Он целовал его ноги; оба раба также упали лицом на землю, повторяя:
– Что же делать с кораблями? – сказал Юлиан задумчиво, как будто про себя. – Покинуть без войска в добычу врагам или остаться при них?..
– Сожги! – шепнул Артабан.
Юлиан вздрогнул и посмотрел ему в лицо пытливо.

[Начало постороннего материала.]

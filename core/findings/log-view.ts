import type { BudgetLine, Headroom } from '../contract/findings.ts'
import { median } from '../statistics/median.ts'
import { quantile } from '../statistics/quantile.ts'
import type { Series } from '../timeline/series.ts'
import { joinSeries, sliceSeries } from '../timeline/series.ts'
import { countSpans, NO_SPANS, type Spans, union } from '../timeline/spans.ts'
import type { Timeline } from '../timeline/timeline.ts'
import { followsCurrent, type Together } from './follows-current.ts'
import { minuteLevels } from './minute-levels.ts'
import type { RunProfile } from './run-profiles.ts'
import { type TimedCluster, timedClusters } from './timed/timed-clusters.ts'
import { type Unexplained, unexplained } from './unexplained.ts'
import { type WetLift, wetLift } from './wet-lift.ts'
import { thinned } from './windows/held.ts'
import { type Drying, dryings } from './windows/weather-windows.ts'

/** How far a thing's runs lift the level. */
export interface Lift {
  /** What a run usually and in one of ten cases adds at its height, mA. */
  readonly usualMa: number
  readonly topMa: number
  /**
   * The same over the usual headroom, less what happens at the starts of most other things too (a leak that belongs to
   * none of them raises all): near one such runs fire trips.
   */
  readonly usual: number
  readonly top: number
  /** Runs in which it leaked more than a sound thing does. */
  readonly outsizedRuns: number
}

/** What the leakage log says that bears on every suspect; computed once. Nulls without a log. */
export interface LogView {
  /** Minute means of energised time. */
  readonly minutes: Series | null
  readonly tripMa: number
  /** Usual headroom, mA. */
  readonly roomMa: number
  /** Median standing leakage over the trip current. */
  readonly usualShare: number | null
  /** By thing: what its runs do to the level; only where the log could see it. */
  readonly lifts: ReadonlyMap<string, Lift>
  /** Time in which one load alone leaks more than a sound one. */
  readonly outsized: Spans
  readonly unexplained: Unexplained | null
  /** Loads that nobody named and that keep a schedule, highest first; empty without a log. */
  readonly timed: readonly TimedCluster[]
  /** Whether leakage follows the group's load current whichever load carries it; null where that cannot be told. */
  readonly followsCurrent: boolean | null
  /** How closely it does. */
  readonly withCurrent: Together | null
  /** Drying laws of rain, and how far the level rises by the one that fits best; null without rain or log. */
  readonly dryings: readonly Drying[]
  readonly wetLift: WetLift | null
}

/** Runs or switchings that a lift must rest on. */
const LEAST_RUNS = 3
/** Things that must be seen before what is common to most of them can be told. */
const LEAST_LIFTS = 4

function liftOf(usualMa: number, topMa: number, roomMa: number, outsizedRuns: number): Lift {
  return { usualMa, topMa, usual: usualMa / roomMa, top: topMa / roomMa, outsizedRuns }
}

/** The lifts with what is common to most of them taken off; as they are where there are too few to tell. */
function beyondCommon(lifts: ReadonlyMap<string, Lift>): Map<string, Lift> {
  if (lifts.size < LEAST_LIFTS) return new Map(lifts)
  const usual = median([...lifts.values()].map((lift) => lift.usual))
  const top = median([...lifts.values()].map((lift) => lift.top))
  return new Map(
    [...lifts].map(([of, lift]) => [
      of,
      { ...lift, usual: Math.max(0, lift.usual - usual), top: Math.max(0, lift.top - top) },
    ]),
  )
}

/** What is usually left below the trip current, mA; where the usual level stands at or above it, a tenth of it. */
function roomOf({ tripMa, standingMa }: Headroom): number {
  return Math.max(tripMa.value - (standingMa?.p50 ?? 0), 0.1 * tripMa.value)
}

/** Reads the log once for the line-up. Linear in readings. */
export function logView(
  timeline: Timeline,
  budget: readonly BudgetLine[],
  profiles: ReadonlyMap<string, RunProfile>,
  headroom: Headroom,
): LogView {
  const tripMa = headroom.tripMa.value
  const roomMa = roomOf(headroom)
  const lifts = new Map<string, Lift>()
  for (const { of, kind } of timeline.things) {
    if (kind !== 'load') continue
    const profile = profiles.get(of)
    const line = budget.find((b) => b.of === of)
    const sure = line?.basis === 'switching' && line.fallback !== true && (line.low ?? 0) > 0 ? (line.ma ?? 0) : 0
    if ((profile === undefined || profile.riseMa === null) && sure === 0) continue
    const usualMa = profile?.riseMa ?? sure
    // of one or two runs the tenth largest is no figure: the usual one stands for it
    const top = profile !== undefined && profile.runs >= LEAST_RUNS ? profile.buckets : []
    const topMa = top.reduce((most, bucket) => Math.max(most, bucket.p90Ma), Math.max(usualMa, sure))
    lifts.set(of, liftOf(usualMa, topMa, roomMa, countSpans(profile?.outsized ?? NO_SPANS)))
  }
  if (timeline.leakage === null || timeline.leakage.t.length < 100) {
    return {
      minutes: null,
      tripMa,
      roomMa,
      usualShare: null,
      lifts: beyondCommon(lifts),
      outsized: NO_SPANS,
      unexplained: null,
      timed: [],
      followsCurrent: null,
      withCurrent: null,
      dryings: dryings(timeline.rain, null),
      wetLift: null,
    }
  }
  const minutes = energisedMinutes(timeline, timeline.leakage)
  const found = minutes.t.length < 60 ? null : unexplained(timeline, minutes, budget, tripMa)
  // what comes with one named thing alone is that thing's lift, though the budget's steps do not show it
  if (found !== null && found.follows !== null && found.apart >= LEAST_RUNS) {
    const seen = lifts.get(found.follows)
    const topMa = Math.max(seen?.topMa ?? 0, found.heightMa)
    lifts.set(
      found.follows,
      liftOf(Math.max(seen?.usualMa ?? 0, found.heightMa), topMa, roomMa, seen?.outsizedRuns ?? 0),
    )
  }
  const usualMa = headroom.standingMa?.p50 ?? 0
  const together = followsCurrent(timeline, minutes, usualMa, tripMa)
  const laws = dryings(timeline.rain, found?.remainder ?? null)
  return {
    minutes,
    tripMa,
    roomMa,
    usualShare: minutes.t.length === 0 ? null : quantile(thinned(minutes.v, 5_000), 0.5) / tripMa,
    lifts: beyondCommon(lifts),
    outsized: outsizedOf(timeline, profiles),
    unexplained: found,
    timed: found === null ? [] : timedClusters(timeline, found.remainder),
    followsCurrent: together?.follows ?? null,
    withCurrent: together,
    dryings: laws,
    wetLift: found === null ? null : wetLift(timeline, found.remainder, laws),
  }
}

function outsizedOf(timeline: Timeline, profiles: ReadonlyMap<string, RunProfile>): Spans {
  const loads = timeline.things.filter((t) => t.kind === 'load').map((t) => profiles.get(t.of)?.outsized ?? NO_SPANS)
  return loads.reduce(union, NO_SPANS)
}

function energisedMinutes(timeline: Timeline, leakage: Series): Series {
  const { energised } = timeline
  const parts: Series[] = []
  for (let i = 0; i < energised.length; i += 2)
    parts.push(minuteLevels(sliceSeries(leakage, energised[i]!, energised[i + 1]!)))
  return joinSeries(parts)
}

– Сжечь? Что ты говоришь?..
Артабан поднял голову и впился глазами в глаза императора:
– Ты боишься – ты?.. Нет, нет, люди боятся, не боги! Сожги, и ты будешь свободен, как ветер: корабли не достанутся в руки врагам, а войско твое увеличится солдатами, приставленными к флоту. Будь велик и бесстрашен до конца! Сожги, – и через десять дней ты у стен Экбатаны, через двадцать – Персия в руках твоих! Ты будешь больше, чем сын Филиппа, победитель Дария. Только сожги корабли и следуй за мной! Или не смеешь?
– А если ты лжешь? Если я читаю в сердце твоем, что ты лжешь? – воскликнул император, одной рукой схватив перса за горло, другой занося над ним короткий меч.
Гормизда вздохнул с облегчением.
Несколько мгновений молча смотрели они друг другу в глаза. Артабан выдержал взгляд императора. Юлиан почувствовал себя еще раз побежденным обаянием этих глаз, умных, дерзких и смиренных.
– Дай мне умереть, дай мне умереть от руки твоей если не веришь! – повторял перс.